- [The task] Word for word, set down every line of the entries below from the line with "l.Kind = EndMoment" to the line with "func loadMismatch(r *reader, e", including both, and no other line.
[Opening Study material section]
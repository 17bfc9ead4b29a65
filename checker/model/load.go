package model

import (
	"fmt"

	"kern/lang"
	"kern/lang/unit"
)

// load reads
//
//	load [CASE] FORCE [at PLACE] [offset LENGTH about AXIS [and LENGTH about AXIS]]
//	load [CASE] FORCE across AXIS at PLACE
//	load [CASE] LINE about AXIS [from PLACE to PLACE]
//	load [CASE] MOMENT about AXIS [at PLACE]
//	load floor AREA at LEVEL [offset …]
func (w *memberReader) load(r *reader) {
	l := Load{Place: r.place(r.stmt.Line), Case: -1}
	if w.m.Height > 0 {
		l.At = w.m.Height
	}
	if e := r.peek(); e.Is("floor") && w.env.Names["floor"] == nil {
		r.take()
		w.floor(r, l)
		return
	}
	if e := r.peek(); e == nil || e.Kind == lang.NameExpr && isJoin(e.Text) && w.env.Names[e.Text] == nil {
		r.fail("missing-value", r.stmt.Line, "the load has no value: load G 80 kN at top")
		return
	}
	if !w.loadCase(r, &l) {
		return
	}
	e := r.take()
	if e == nil {
		r.fail("missing-value", r.stmt.Line, "the load has no value: load G 80 kN at top")
		return
	}
	if e.Kind == lang.QuantExpr && e.Unit.Symbol == "" {
		p := lang.UnknownUnit(e, unit.Force, true) // it may be a force per length or a moment
		if len(p.Fixes) == 0 {
			p = lang.UnknownUnit(e, unit.Force, false)
		}
		r.problem(*p)
		return
	}
	q, p := lang.Eval(e, w.lookup)
	if p != nil {
		r.problem(*p)
		return
	}
	l.Value = q.Value
	switch q.Dim {
	case unit.Force:
		if !r.possible(e, q.Value, want{what: "a load", dim: unit.Force, max: 1e9, signed: true, zero: true}) {
			return
		}
		w.force(r, l)
	case unit.ForcePerLength:
		l.Kind = LineLoad
		l.At, l.To = 0, l.At
		if !r.possible(e, q.Value, want{what: "a line load", dim: unit.ForcePerLength, max: 1e7, signed: true, zero: true}) {
			return
		}
		w.line(r, l)
	case unit.Moment:
		l.Kind = EndMoment
		if !r.possible(e, q.Value, want{what: "a moment", dim: unit.Moment, max: 1e9, signed: true, zero: true}) {
			return
		}
		w.moment(r, l)
	default:
		r.problem(loadMismatch(r, e, q))
	}
}

// loadMismatch says what a load can be.
func loadMismatch(r *reader, e *lang.Expr, q unit.Quantity) lang.Problem {
	w := want{what: "a load", dim: unit.Force, unit: "kN", max: 1e9}
	about := r.peek().Is("about")
	if about || q.Dim == unit.MassPerLength {
		w = want{what: "a load about an axis", dim: unit.ForcePerLength, unit: "kN/m", max: 1e7}
	}
	if q.Dim == unit.MassPerLength {
		w.what = "a line load"
	}
	p := r.mismatch(e, q, w)
	switch {
	case p.Rule == "wrong-unit":
		p.Message = fmt.Sprintf("a load is a force (along or across), a force per length or a moment; this is %s", lang.DimName(q.Dim))
	case p.Rule == "missing-unit" && about && e.Kind == lang.NumberExpr:
		value := unit.Exact(e.Value)
		p.Message = fmt.Sprintf("a load about an axis is a force per length or a moment; this is a bare number, write for instance %s kN/m or %s kNm", value, value)
		end := lang.Span{Start: e.Span.End, End: e.Span.End}
		p.Fixes = []lang.Fix{lang.Replace("Write "+value+" kN/m", false, end, " kN/m"), lang.Replace("Write "+value+" kNm", false, end, " kNm")}
	}
	return p
}

// loadCase reads the case of a load. It may be left out when the calculation
// declares none.
func (w *memberReader) loadCase(r *reader, l *Load) bool {
	e := r.peek()
	if e != nil && e.Kind == lang.StringExpr && w.env.Names[e.Text] != nil && w.env.Names[e.Text].Kind == CaseName {
		r.problem(unquoted(e, "a load case of the calculation"))
		return false
	}
	if e != nil && e.Kind == lang.BinaryExpr && (e.Op == '-' || e.Op == '+') && e.Args[0].Kind == lang.NameExpr {
		if n := w.env.Names[e.Args[0].Text]; n != nil && n.Kind == CaseName {
			at := lang.Span{Start: e.Args[0].Span.End, End: e.Args[1].Span.Start}
			r.problem(lang.Problem{Rule: "misplaced-sign", Span: at, Message: "a sign with blanks on both sides adds or subtracts; the sign of a value stands right before it",
				Fixes: []lang.Fix{lang.Replace("Write "+string(e.Op)+" right before the value", false, at, " "+string(e.Op))}})
			return false
		}
	}
	if e != nil && e.Kind == lang.NameExpr {
		n, ok := w.env.Names[e.Text]
		next := len(r.args) > 1 && startsValue(r.args[1])
		if ok && n.Kind == CaseName || !ok && next || next && ok && n.Kind != ValueName {
			r.take()
			if !ok || n.Kind != CaseName || n.Index < 0 {
				w.wrongName(r, e, n, "load case", CaseName)
				return false
			}
			w.m.Uses = append(w.m.Uses, n)
			l.Case = n.Index
			if w.env.Cases[n.Index].Bad || n.Twice {
				w.m.Missing = append(w.m.Missing, "its load case '"+e.Text+"' has an error")
				r.problem(*lang.Silent)
				return false
			}
			return true
		}
	}
	if w.env.Declared() {
		span := r.after()
		p := lang.Problem{Rule: "load-without-case", Span: span, Message: "the load belongs to no case: load CASE " + clip(span.Of(r.decl.Text))}
		for i, c := range w.env.Cases {
			if c.Place.Decl != nil && i < 4 {
				p.Fixes = append(p.Fixes, lang.Replace("Put it into "+c.Name, false, lang.Span{Start: span.Start, End: span.Start}, c.Name+" "))
			}
		}
		r.problem(p)
		return false
	}
	l.Case = 0
	return true
}

// startsValue tells whether the part could be the value of a load.
func startsValue(e *lang.Expr) bool {
	switch e.Kind {
	case lang.NumberExpr, lang.QuantExpr, lang.UnaryExpr, lang.BinaryExpr, lang.CallExpr, lang.ParenExpr:
		return true
	case lang.NameExpr:
		return !isJoin(e.Text)
	}
	return false
}

func isJoin(word string) bool {
	switch word {
	case "at", "about", "across", "offset", "from", "to", "and":
		return true
	}
	return false
}

// force reads the rest of a load that is a force.
func (w *memberReader) force(r *reader, l Load) {
	if _, ok := r.word("across"); ok {
		var fine bool
		if l.Axis, fine = w.axis(r); !fine {
			return
		}
		l.Kind = PointLoad
		if _, ok := r.wordOf("the place of the load", "at"); !ok {
			return
		}
		if l.At, _, fine = w.place(r, "a load"); fine && r.end() {
			w.m.Loads = append(w.m.Loads, l)
		}
		return
	}
	if _, ok := r.word("at"); ok {
		var fine bool
		if l.At, _, fine = w.place(r, "a load"); !fine {
			return
		}
	}
	if r.peek().Is("about") {
		r.fail("wrong-form", r.after(), "a force bends about an axis by its offset (offset 20 mm about major) or goes across one (across major at 2 m)")
		return
	}
	if w.offset(r, &l) && r.end() {
		w.m.Loads = append(w.m.Loads, l)
	}
}

// offset reads "offset 180 mm about major [and 50 mm about minor]".
func (w *memberReader) offset(r *reader, l *Load) bool {
	if _, ok := r.word("offset"); !ok {
		return true
	}
	for {
		v, _, ok := r.quantity(want{what: "an offset", dim: unit.Length, unit: "mm", max: 10, signed: true, zero: true})
		if !ok {
			return false
		}
		if _, ok := r.wordOf("the axis that the offset bends about", "about"); !ok {
			return false
		}
		a, ok := w.axis(r)
		if !ok {
			return false
		}
		if l.Offset[a] != 0 {
			r.fail("value-given-twice", r.stmt.Line, "the offset about %s is given twice", a)
			return false
		}
		l.Offset[a] = v
		if _, more := r.word("and"); !more {
			return true
		}
	}
}

func (w *memberReader) line(r *reader, l Load) {
	if _, ok := r.wordOf("the axis that a line load bends about", "about"); !ok {
		return
	}
	var ok bool
	if l.Axis, ok = w.axis(r); !ok {
		return
	}
	if _, from := r.word("from"); from {
		if l.At, _, ok = w.place(r, "the lower end of the load"); !ok {
			return
		}
		if _, ok := r.wordOf("the upper end of the load", "to"); !ok {
			return
		}
		var span lang.Span
		if l.To, span, ok = w.place(r, "the upper end of the load"); !ok {
			return
		}
		if l.To <= l.At && w.m.Height > 0 {
			r.fail("impossible-value", span, "the load ends below where it begins")
			return
		}
	}
	if r.end() {
		w.m.Loads = append(w.m.Loads, l)
	}
}

func (w *memberReader) moment(r *reader, l Load) {
	for _, part := range []string{"about", "at"} {
		word, ok := r.word("about", "at")
		if !ok {
			if part == "about" {
				r.wordOf("the axis of the moment", "about")
				return
			}
			break
		}
		if word == "about" {
			if l.Axis, ok = w.axis(r); !ok {
				return
			}
			continue
		}
		if part == "about" {
			r.fail("wrong-form", r.after(), "a moment says its axis first: load Q 5 kNm about major at top")
			return
		}
		if l.At, _, ok = w.place(r, "a moment"); !ok {
			return
		}
	}
	if r.end() {
		w.m.Loads = append(w.m.Loads, l)
	}
}

// floor turns an area of a level into a load for each pressure of the level.
func (w *memberReader) floor(r *reader, l Load) {
	area, _, ok := r.quantity(want{what: "the area of floor that the member carries", dim: unit.Area, unit: "m2", max: 1e5})
	if !ok {
		return
	}
	if _, ok := r.wordOf("the level of the floor", "at"); !ok {
		return
	}
	e := r.peek()
	if e == nil || e.Kind != lang.NameExpr {
		r.fail("wrong-form", r.after(), "a floor lies at a level: load floor 18 m2 at gallery")
		return
	}
	n, known := w.env.Names[e.Text]
	if !known || n.Kind != LevelName || n.Index < 0 {
		r.take()
		w.wrongName(r, e, n, "level", LevelName)
		return
	}
	w.m.Uses = append(w.m.Uses, n)
	level := w.env.Levels[n.Index]
	if level.Bad || n.Twice {
		w.m.Missing = append(w.m.Missing, "its level '"+level.Name+"' has an error")
		r.problem(*lang.Silent)
		return
	}
	if l.At, _, ok = w.place(r, "a floor"); !ok || !w.offset(r, &l) || !r.end() {
		return
	}
	if len(level.Pressures) == 0 {
		r.problem(lang.Problem{Rule: "load-on-nothing", Span: e.Span, Message: "the level '" + level.Name + "' has no loads to carry",
			Related: []lang.Related{{Place: level.Place, Message: "declared here"}}})
		return
	}
	for _, p := range level.Pressures {
		if c := w.env.Cases[p.Case]; c.Bad {
			w.m.Missing = append(w.m.Missing, "its load case '"+c.Name+"' has an error")
			continue
		}
		f := l
		f.Case, f.Value, f.Level, f.Area = p.Case, p.Value*area, level, area
		w.m.Loads = append(w.m.Loads, f)
		if c := w.env.caseNames[p.Case]; c != nil {
			w.m.Uses = append(w.m.Uses, c)
		}
	}
}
[Closing Study material section]
- [Reply]
		l.Kind = EndMoment
		if !r.possible(e, q.Value, want{what: "a moment", dim: unit.Moment, max: 1e9, signed: true, zero: true}) {
			return
		}
		w.moment(r, l)
	default:
		r.problem(loadMismatch(r, e, q))
	}
}

// loadMismatch says what a load can be.
func loadMismatch(r *reader, e *lang.Expr, q unit.Quantity) lang.Problem {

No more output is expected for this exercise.